Stano, though never at a loss for words, sat silently. No answer, only the slightest hint of contrition.
“Gerald, let me ask you again, why did you have to kill her, son?”
“Well, I was engaged at the time to a young lady, and this young girl, Nancy . . .”
Crow looked up. “Is that the name she used?”
“Yes. Yes. Nancy. And, uh, she started to sound like my future wife, bitching, bitching, bitching, and I wasn’t about to take it from anybody. . . . I just, I just went ahead and, uh, put my arms around her and just strangled her. I put my arms around her neck and strangled her.”
Crow was somewhat taken aback by Stano’s association of this victim with his then fiancée, and now he wanted to recap.
“Gerald, what you’ve told me is simply that you picked her up on the beach at the Mandarin Motel, took her up to the Tomoka State Park area . . . [and then] something from her attitude or conversation irritated you to the point that you felt there was a need to kill her, choke her. Was it your intention to kill her when you started choking her or did you . . . What was on your mind then?”

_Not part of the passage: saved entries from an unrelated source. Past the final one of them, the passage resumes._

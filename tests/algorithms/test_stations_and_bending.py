"""The four algorithms agree with each other: stations made and fitted, a plate found and bent again, tables."""

import numpy as np
import pytest

pytest.importorskip("qgis")

import invented
from invented import AXIS_KM, KM_PER_DEGREE, LENGTH_KM, MOMENT, SHEAR, STEP_KM, equator_grid, equator_line, lines_layer
from qgis.core import QgsProject, QgsVectorFileWriter, QgsVectorLayer
from running import IN_MEMORY, column, refusal, rows, run

COMPARED = ("te_km", "te_low_km", "te_high_km", "break_km", "end_shear_n_per_m", "end_moment_n", "rms_m",
               "regional_level_m", "regional_tilt_m_per_km", "deepest_m", "node_km", "bulge_m", "bulge_km")  # fmt: skip


@pytest.fixture(scope="module")
def folder(tmp_path_factory):
    return tmp_path_factory.mktemp("ground")


@pytest.fixture(scope="module")
def trench(folder):
    """Keys of a run along the trench."""
    dem = equator_grid(folder / "trench.tif", 20.0, invented.trench)
    layer = lines_layer([equator_line(20.0)], names=["axis"])
    return {"TRANSECTS": layer, "NAME_FIELD": "name", "DEM": dem, "STEP_KM": STEP_KM}


@pytest.fixture(scope="module")
def mount(folder):
    """Keys of a run across the ridge."""
    dem = equator_grid(folder / "ridge.tif", 20.0, invented.ridge)
    layer = lines_layer([equator_line(20.0)], names=["1"])
    return {"TRANSECTS": layer, "NAME_FIELD": "name", "DEM": dem, "STEP_KM": STEP_KM}


def sampled(keys, **more):
    """The STATIONS layer of sampletransects."""
    import processing

    return processing.run("downwarp:sampletransects", {**keys, "STATIONS": IN_MEMORY, **more})["STATIONS"]


@pytest.mark.parametrize("setting", [0, 1])
def test_sampled_stations_fitted_are_the_transect_fitted(trench, mount, setting):
    """sampletransects, then fitstations with its defaults: the same answer as fittransects on the same line.

    RESOLUTION_KM takes the place of the cell size, which stations do not carry.
    """
    keys = (mount, trench)[setting]
    direct = run("fittransects", {**keys, "SETTING": setting}, sinks=("PROFILES", "STATIONS", "PARAMETERS"))
    cell = invented.CELL * KM_PER_DEGREE
    height = invented.CELL * 110.574  # km in a degree of latitude at the equator, from memory
    stations = sampled(keys)
    assert [row["transect"] for row in rows(stations)][:1] == [direct["PROFILES"][0]["transect"]]
    again = run(
        "fitstations", {"INPUT": stations, "SETTING": setting, "RESOLUTION_KM": (cell * height) ** 0.5},
        sinks=("PROFILES", "STATIONS", "PARAMETERS"),
    )  # fmt: skip
    for name in COMPARED:
        one, other = again["PROFILES"][0][name], direct["PROFILES"][0][name]
        assert (one is None) == (other is None), name
        if other is not None:
            assert one == pytest.approx(other, rel=1e-6, abs=1e-5), name
    for name in ("deflection_m", "predicted_m", "load_mpa", "in_fit"):
        one, other = column(again["STATIONS"], name), column(direct["STATIONS"], name)
        np.testing.assert_allclose(one, other, rtol=1e-6, atol=1e-4, err_msg=name)
    for one, other in zip(again["STATIONS"], direct["STATIONS"]):
        assert one["geometry"].distance(other["geometry"]) < 1e-9


def test_stations_of_several_transects_in_any_order(trench):
    """Rows of two transects shuffled: each is fitted as if it stood alone and in order."""
    from qgis.core import QgsFeature

    layer = sampled({**trench, "TRANSECTS": lines_layer([equator_line(20.0), equator_line(20.0)], names=["a", "b"])})
    features = [QgsFeature(feature) for feature in layer.getFeatures()]
    shuffled = QgsVectorLayer("PointZ?crs=EPSG:4326", "shuffled", "memory")
    shuffled.dataProvider().addAttributes(layer.fields().toList())
    shuffled.updateFields()
    order = np.random.default_rng(5).permutation(len(features))
    shuffled.dataProvider().addFeatures([features[index] for index in order.tolist()])
    result = run("fitstations", {"INPUT": shuffled, "SETTING": 1})
    assert result["TRANSECTS_FITTED"] == 2
    one, other = result["PROFILES"]
    assert {one["transect"], other["transect"]} == {"a", "b"}
    assert one["te_km"] == pytest.approx(other["te_km"], rel=1e-9)
    assert one["te_km"] == pytest.approx(invented.TE_KM, rel=5e-3)


def written_csv(layer, path):
    options = QgsVectorFileWriter.SaveVectorOptions()
    options.driverName = "CSV"
    error, *rest = QgsVectorFileWriter.writeAsVectorFormatV3(
        layer, str(path), QgsProject.instance().transformContext(), options
    )
    assert error == QgsVectorFileWriter.WriterError.NoError, rest
    return str(path)


def test_a_csv_without_geometry_gives_outputs_without(trench, tmp_path):
    """A table of text (as a CSV is): the same thickness, and layers without geometry."""
    import processing

    path = written_csv(sampled(trench), tmp_path / "stations.csv")
    results = processing.run(
        "downwarp:fitstations",
        {"INPUT": path, "SETTING": 1, **dict.fromkeys(("PROFILES", "STATIONS", "MARKERS"), IN_MEMORY)},
    )
    for name in ("PROFILES", "STATIONS", "MARKERS"):
        assert not results[name].isSpatial(), name
        assert results[name].featureCount() > 0
    assert results["TE_KM"] == pytest.approx(invented.TE_KM, rel=5e-3)


def test_a_csv_through_qgis_process(headless, tmp_path):
    """A table with fields of other names, written by hand from the closed form; results as a CSV again."""
    distance = np.arange(0.0, 600.1, 5.0)
    lines = ["x,depth", *(f"{x:.3f},{z:.6f}" for x, z in zip(distance, invented.trench(distance + AXIS_KM)))]
    table = tmp_path / "table.csv"
    table.write_text("\n".join(lines) + "\n", encoding="utf-8")
    out = tmp_path / "out.csv"
    results = headless.run(
        "fitstations",
        {"INPUT": str(table), "DISTANCE": "x", "OBSERVED_FIELD": "depth", "SETTING": 1, "BREAK_AT": 0,
         "PROFILES": str(out), "STATIONS": str(tmp_path / "stations.csv")},
    )  # fmt: skip
    assert results["TE_KM"] == pytest.approx(invented.TE_KM, rel=5e-3)
    (profile,) = rows(str(out))
    assert profile["geometry"] is None
    assert float(profile["te_km"]) == pytest.approx(results["TE_KM"])


@pytest.mark.parametrize(
    ("changes", "words"),
    [
        ({"DISTANCE": "metres"}, "DISTANCE"),
        ({"SIGMA_FIELD": "error"}, "SIGMA_FIELD"),
        ({"DISTANCE": "transect"}, "DISTANCE field transect holds 'axis'; it takes numbers"),
        ({"RESOLUTION_KM": 0}, "RESOLUTION_KM is 0; it takes a number above 0"),
        ({"INPUT": "/nowhere.csv"}, "INPUT"),
    ],
)
def test_fitstations_refuses(trench, changes, words):
    """Fields that are not there, text for distances."""
    said = refusal("fitstations", {"INPUT": sampled(trench), "SETTING": 1, **changes})
    assert words in said
    assert "Traceback" not in said


def test_two_stations_at_one_distance_are_refused(trench):
    """Two transects taken as one: the sentence names the distance and the key that tells them apart."""
    both = sampled({**trench, "TRANSECTS": lines_layer([equator_line(20.0), equator_line(20.0)], names=["a", "b"])})
    both.dataProvider().deleteAttributes([both.fields().lookupField("transect")])
    both.updateFields()
    assert "Transect 1 has two stations at distance 0 km (DISTANCE)" in refusal(
        "fitstations", {"INPUT": both, "SETTING": 1}
    )


def test_a_trench_found_is_the_trench_bent(trench):
    """The thickness and forces that the fit found, given to bendtransects: the same deflection, to the last digits."""
    found = run("fittransects", {**trench, "SETTING": 1})
    (profile,) = found["PROFILES"]
    bent = run(
        "bendtransects",
        {
            **trench, "SETTING": 1, "PLATE": 1, "TE_KM": profile["te_km"], "BREAK_AT": 2,
            "BREAK_KM": profile["break_km"], "END_SHEAR": profile["end_shear_n_per_m"],
            "END_MOMENT": profile["end_moment_n"],
        },
        sinks=("PROFILES", "STATIONS", "MARKERS"),
    )  # fmt: skip
    for name in ("deflection_m", "slope", "moment_n", "shear_n_per_m", "curvature_per_m", "fibre_stress_mpa"):
        one, other = column(bent["STATIONS"], name), column(found["STATIONS"], name)
        np.testing.assert_allclose(one, other, rtol=1e-6, atol=1e-6 * np.nanmax(np.abs(other)), err_msg=name)
    for name in ("deepest_m", "deepest_km", "node_km", "bulge_m", "bulge_km", "rigidity_nm", "flexural_parameter_km"):
        assert bent["PROFILES"][0][name] == pytest.approx(profile[name], rel=1e-6), name
    kinds = [row["kind"] for row in bent["MARKERS"]]
    assert kinds == ["break", "deepest", "node", "bulge"]


def test_a_ridge_found_is_the_ridge_bent(mount):
    """The same for a continuous plate under relief: the load is sampled anew and gives the same deflection."""
    found = run("fittransects", {**mount, "SETTING": 0}, sinks=("PROFILES", "STATIONS", "PARAMETERS"))
    (profile,) = found["PROFILES"]
    used = {row["parameter"]: row["value"] for row in found["PARAMETERS"]}
    bent = run(
        "bendtransects",
        {
            **mount, "SETTING": 0, "TE_KM": profile["te_km"], "REFERENCE_LEVEL": used["REFERENCE_LEVEL"],
            "RHO_INFILL": profile["rho_infill"],
        },
    )  # fmt: skip
    for name in ("load_mpa", "deflection_m", "moment_n"):
        one, other = column(bent["STATIONS"], name), column(found["STATIONS"], name)
        np.testing.assert_allclose(one, other, rtol=1e-6, atol=1e-6 * np.nanmax(np.abs(other)), err_msg=name)


def flat_load(path, thickness):
    """A grid of load thickness, the same everywhere, m."""
    return equator_grid(path, 20.0, lambda distance: np.full(np.shape(distance), float(thickness)))


def test_an_even_load_sinks_a_plate_as_deep_as_it_floats(tmp_path, trench):
    """A load without end bends nothing: w = q / k = h rho_load / (rho_mantle - rho_infill), at every station."""
    keys = {**trench, "DEM": flat_load(tmp_path / "load.tif", 500.0), "SETTING": 4, "LOAD": 1, "TE_KM": 20}
    result = run("bendtransects", {**keys, "RHO_LOAD": 2700, "RHO_INFILL": 1000, "RHO_MANTLE": 3300})
    np.testing.assert_allclose(column(result["STATIONS"], "deflection_m"), 500.0 * 2700 / 2300, rtol=1e-9)
    np.testing.assert_allclose(column(result["STATIONS"], "load_mpa"), 500.0 * 2700 * 9.81 / 1e6, rtol=1e-9)


def test_a_load_that_is_removed_lifts_the_plate(tmp_path, trench):
    """Setting 3: an ice sheet of 1 km melted: w = -q / k = -1000 x 1000 / 3300 m, and the surface rises."""
    keys = {**trench, "DEM": flat_load(tmp_path / "ice.tif", 1000.0), "SETTING": 3, "TE_KM": 40}
    stations = run("bendtransects", keys)["STATIONS"]
    np.testing.assert_allclose(column(stations, "deflection_m"), -1000.0 * 1000 / 3300, rtol=1e-9)
    np.testing.assert_allclose(column(stations, "predicted_m"), 1000.0 * 1000 / 3300, rtol=1e-9)
    assert (column(stations, "load_mpa") < 0).all()


@pytest.mark.parametrize("place", ["START", "FINISH"])
@pytest.mark.parametrize("support", [1, 2, 3])
def test_ends_of_a_loaded_plate(tmp_path, trench, place, support):
    """An even load on a plate that ends at the line's end, w0 = q / k, s = x / alpha (Hetenyi, Beams on Elastic
    Foundation, semi-infinite beams; from memory): free w = w0; pinned w = w0 (1 - e^-s cos s); clamped
    w = w0 (1 - e^-s (cos s + sin s)).
    """
    keys = {**trench, "DEM": flat_load(tmp_path / "load.tif", 500.0), "SETTING": 4, "LOAD": 1, "TE_KM": 15}
    keys.update(RHO_LOAD=2700, RHO_INFILL=1000, RHO_MANTLE=3300, STEP_KM=LENGTH_KM / 700)
    result = run("bendtransects", {**keys, f"{place}_SUPPORT": support})
    distance = column(result["STATIONS"], "distance_km")
    from_end = distance if place == "START" else distance[-1] - distance
    s = from_end / result["PROFILES"][0]["flexural_parameter_km"]
    shape = {1: 0 * s, 2: np.exp(-s) * np.cos(s), 3: np.exp(-s) * (np.cos(s) + np.sin(s))}[support]
    np.testing.assert_allclose(column(result["STATIONS"], "deflection_m"), 500.0 * 2700 / 2300 * (1 - shape), atol=0.01)


def test_a_broken_plate_bends_as_the_closed_form(trench):
    """End shear and moment at a break within the line, against tests/tools/invented.py's closed form."""
    keys = {**trench, "SETTING": 1, "PLATE": 1, "TE_KM": 30, "BREAK_AT": 2, "BREAK_KM": AXIS_KM}
    result = run("bendtransects", {**keys, "END_SHEAR": SHEAR, "END_MOMENT": MOMENT, "STEP_KM": LENGTH_KM / 315})
    distance = column(result["STATIONS"], "distance_km")
    deflection = column(result["STATIONS"], "deflection_m")
    beyond = distance > AXIS_KM - 1e-6
    assert np.isnan(deflection[~beyond]).all()
    np.testing.assert_allclose(deflection[beyond], invented.bent((distance[beyond] - AXIS_KM) * 1e3), atol=0.01)
    at_break = int(np.argmax(beyond))
    assert result["STATIONS"][at_break]["moment_n"] == pytest.approx(-MOMENT, rel=1e-6)
    assert result["STATIONS"][at_break]["shear_n_per_m"] == pytest.approx(-SHEAR, rel=1e-6)


def test_a_line_load_on_a_continuous_plate(trench):
    """PLATE 0 with an end shear V0 at the break: w0 = V0 alpha^3 / 8 D, zero at 3 pi alpha / 4, bulge at pi alpha
    (Turcotte & Schubert, Geodynamics, section 3.16, from memory)."""
    keys = {**trench, "SETTING": 1, "PLATE": 0, "TE_KM": 20, "BREAK_AT": 2, "BREAK_KM": 200, "END_SHEAR": 1e12}
    (profile,) = run("bendtransects", {**keys, "STEP_KM": LENGTH_KM / 700})["PROFILES"]
    alpha = profile["flexural_parameter_km"]
    assert profile["deepest_km"] == pytest.approx(200.0, abs=1e-3)
    assert profile["deepest_m"] == pytest.approx(1e12 * (alpha * 1e3) ** 3 / (8 * profile["rigidity_nm"]), rel=1e-6)
    assert profile["node_km"] - 200 == pytest.approx(3 * np.pi * alpha / 4, abs=0.01)
    assert profile["bulge_km"] - 200 == pytest.approx(np.pi * alpha, abs=0.02)


def test_sampled_stations_hold_the_relief_and_nothing_of_a_plate(trench):
    """dem_m is the closed form at the station (cells of 2.2 km, bilinear), Z the relief, plate fields NULL."""
    table = rows(sampled(trench))
    distance, relief = column(table, "distance_km"), column(table, "dem_m")
    np.testing.assert_allclose(relief, invented.trench(distance), atol=0.05)
    for row in table:
        assert row["geometry"].constGet().z() == pytest.approx(row["dem_m"])
        assert row["deflection_m"] is row["te_km"] is row["in_fit"] is row["predicted_m"] is None


def test_a_swath_carries_its_standard_error(folder, trench):
    """Rows that differ by a slope northward that waves along the line: the mean is the middle's, sigma the standard
    error of 2 strips.

    Strips at -2 and 2 km; relief changes by 10 m/km times a sine northward (110.574 km in a degree there, from memory),
    whose square is 1/2 on average.
    """
    cell = invented.CELL
    latitude = 4 * cell - cell * (np.arange(8) + 0.5)
    north_km = latitude[:, None] * 110.574
    waves = 10.0 * north_km * np.sin(np.arange(500) / 5.0)
    path = invented.write_grid(folder / "slope.tif", waves, 18 - cell / 2, 4 * cell, cell)
    table = rows(sampled({**trench, "DEM": path}, SWATH_KM=8, SWATH_LINES=2, OBSERVED=path))
    expected = 10.0 * np.std([-2.0, 2.0], ddof=1) / 2**0.5 * 0.5**0.5
    assert np.sqrt(np.mean(column(table, "sigma_m") ** 2)) == pytest.approx(expected, rel=0.03)
    np.testing.assert_allclose(column(table, "observed_m"), 0.0, atol=0.01)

“Not exactly. I didn’t intend to choke her. I was just meaning to, uh, keep her mouth shut because she was trying to run her mouth so goddamn much she sounded like my future wife that I was gonna marry.”
The sergeant had nothing left to say except to ask Stano if he recalled anything else, about Nancy or the conversation with her. He did not. All he remembered was that after he killed her and left her body by the side of the road, he had driven down Old Dixie Highway to U.S. 1 and then back home.
 
 
More than thirty years later, memories of learning of her daughter-in-law’s murder were still as fresh to Elizabeth Heard Dow as they were then.
An uncle of Nancy’s called the Heard home to let them know what happened. “I’ve got some sad news,” she recalls being informed.
The family was shocked. “I loved my Nancy, and I can’t believe what we went through,” said Mrs. Dow in her genteel southern accent.
She waited for her son Tom, Nancy’s husband, to get home. He walked in “happy as can be,” she recalled. He had just learned he had gotten permission to be discharged from the U.S. Air Force and allowed to return to college. Later, he would say that day “turned from the happiest day of his life to the saddest day of his life.”
The Heard family gathered later in Georgetown, South Carolina, for Nancy’s funeral, some of them no doubt remembering that happy day less than two years earlier, in 1973, when they’d attended Tom and Nancy’s wedding at St. James Episcopal Church in Greenville.
Years would go by before they would learn through a newspaper article read by a friend that Nancy had been the victim of a man who had killed and killed again. Was she too trusting of the friendly stranger that day?
Mrs. Dow remembered warning Nancy of the dangers of going anywhere by herself.